It's never easy to lose a horse, but I know he is in a better place. 

Thanks for your comments, everyone!


----------



## BluMagic (Sep 23, 2007)

You put him down???


----------



## jofielder7 (Aug 19, 2007)

Yes, we put him down. We decided it was best as we really thought it would be one thing after another with his age and condition. It didn't seem right to keep him alive when he was in so much pain.

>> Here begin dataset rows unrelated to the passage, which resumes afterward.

/** Where a line stands: a known body, one of the user's own, or a moon with its primary. */
import { choice, flag, quantity, variant, type ValueOf } from '../methods/parameter';
import { Refused } from '../methods/refused';
import { LENGTH, PURE, TIME, dimension, over } from '../quantities/dimension';
import { UNIVERSAL } from '../quantities/universal';
import { BODIES, type Body } from './bodies';
import { bodyField, moonField, type Field, type Spheroid } from './field';

const GRAVITATIONAL = dimension(0, 3, -2);

export const site = variant({
	label: 'where the line stands',
	cases: {
		body: {
			label: 'a known body',
			fields: {
				body: choice({
					label: 'body',
					options: { earth: 'Earth', mars: 'Mars', moon: 'Moon', ceres: 'Ceres' }
				}),
				j2: flag({
					label: 'with J2',
					default: false,
					help: 'Whether the body’s oblateness counts (equator); none is known here for Ceres.'
				})
			}
		},
		own: {
			label: 'a body of one’s own',
			fields: {
				gm: quantity({
					label: 'gravitational parameter',
					symbol: 'GM',
					dimension: GRAVITATIONAL,
					unit: 'm^3/s^2',
					range: { above: 0 },
					optional: true,
					help: 'This or the mass.'
				}),
				mass: quantity({
					label: 'mass',
					symbol: 'M',
					dimension: dimension(1),
					unit: 'kg',
					range: { above: 0 },
					optional: true
				}),
				radius: quantity({
					label: 'equatorial radius',
					symbol: 'R',
					dimension: LENGTH,
					unit: 'km',
					range: { above: 0 }
				}),
				rate: quantity({
					label: 'rate of rotation',
					symbol: 'ω',
					dimension: over(PURE, TIME),
					unit: 'rad/s',
					range: { above: 0 },
					optional: true,
					help: 'This or the period, sidereal.'
				}),
				period: quantity({
					label: 'period of rotation',
					dimension: TIME,
					unit: 'h',
					range: { above: 0 },
					optional: true
				}),
				j2: quantity({
					label: 'second zonal harmonic',
					symbol: 'J2',
					dimension: PURE,
					unit: '',
					range: { least: 0, below: 0.5 },
					default: 0
				})
			}
		},
		moon: {
			label: 'a moon with its primary',
			fields: {
				side: choice({
					label: 'side',
					options: { near: 'towards the primary, through L1', far: 'away from it, through L2' },
					default: 'near'
				}),
				moonGm: quantity({
					label: 'gravitational parameter of the moon',
					symbol: 'GM₂',
					dimension: GRAVITATIONAL,
					unit: 'm^3/s^2',
					range: { above: 0 },
					default: BODIES.moon.gm.value
				}),
				moonRadius: quantity({
					label: 'radius of the moon',
					symbol: 'R',
					dimension: LENGTH,
					unit: 'km',
					range: { above: 0 },
					default: BODIES.moon.radius.value
				}),
				primaryGm: quantity({
					label: 'gravitational parameter of the primary',
					symbol: 'GM₁',
					dimension: GRAVITATIONAL,
					unit: 'm^3/s^2',
					range: { above: 0 },
					default: BODIES.earth.gm.value
				}),
				distance: quantity({
					label: 'distance between the centres',
					symbol: 'd',
					dimension: LENGTH,
					unit: 'km',
					range: { above: 0 },
					default: 384_400e3,
					help: 'Circular orbit; the rate of rotation follows from it.'
				})
			}
		}
	}
});

export type Site = ValueOf<typeof site>;

export const ofBody = (body: Body, withJ2: boolean): Field => bodyField(spheroid(body, withJ2));

const spheroid = ({ gm, radius, rate, j2 }: Body, withJ2: boolean): Spheroid => ({
	gm: gm.value,
	radius: radius.value,
	rate: rate.value,
	j2: withJ2 && j2 ? j2.value : 0
});

/** @throws Refused where no line can stand. */
export function fieldOf(place: Site): Field {
	const field = place.kind === 'moon' ? moonLine(place) : bodyField(spheroidOf(place));
	if (field.balance > field.base * (1 + 1e-9)) return field;
	throw new Refused('The balance radius lies inside the body: nothing holds a line up.', {
		remedy: 'Look at the rate of rotation, the radius and the gravitational parameter.'
	});
}

/** The one body that a line stands on. */
export function spheroidOf(place: Site & { kind: 'body' | 'own' }): Spheroid {
	if (place.kind === 'body') return spheroid(BODIES[place.body], place.j2);
	const gm = oneOf('site', {
		gm: place.gm,
		mass: place.mass && place.mass * UNIVERSAL.gravitation.value
	});
	const rate = oneOf('site', {
		rate: place.rate,
		period: place.period && (2 * Math.PI) / place.period
	});
	return { gm, radius: place.radius, rate, j2: place.j2 };
}

function moonLine(place: Site & { kind: 'moon' }): Field {
	const { moonRadius, distance, moonGm, primaryGm, side } = place;
	if (moonRadius >= distance)
		throw new Refused('The moon is larger than its distance from the primary.');
	if (moonGm >= primaryGm) throw new Refused('The moon is heavier than its primary.');
	return moonField({ moonGm, primaryGm, moonRadius, distance }, side);
}

/** The one of two ways of saying a thing that was used. */
function oneOf(path: string, ways: Record<string, number | undefined>): number {
	const given = Object.entries(ways).filter(([, value]) => value !== undefined);
	if (given.length === 1) return given[0]![1]!;
	const names = Object.keys(ways).join(' or ');
	throw new Refused(`Give ${names}, and only one of them.`, {
		code: 'input',
		faults: [{ path, message: `Give ${names}, and only one of them.` }]
	});
}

It really wasn't a hard decision because i believe that it ws the right thing to do...


----------



## Vidaloco (Sep 14, 2007)

Thats really sad  It was the right decision and a tough one to make. Sorry.


----------



## jazzyrider (Sep 16, 2007)

oh dear! i dont mean to offend but what if it was something minor that he would have recovered from? just a thought i had i dont mean to say you did anything wrong i would just wonder forever if i did the right thing. im sorry for your loss though


----------



## jofielder7 (Aug 19, 2007)

jazzyrider,

I really did consider that in making my decision, but in the end the reason I put him down was because of the pain he had been in for the almost two months I had him. We had been discussing it for a while, but this was the little extra piece of the puzzle. I really think it was the right thing to do.

I appreciate your concern, however, and imagine there are quite a few others who are thinking the same thing. 

In the end it was the most humane thing to do.


----------



## jazzyrider (Sep 16, 2007)

that is fair enough  better to pass on quietly than live in pain

im glad you didnt take offence because i really meant none


----------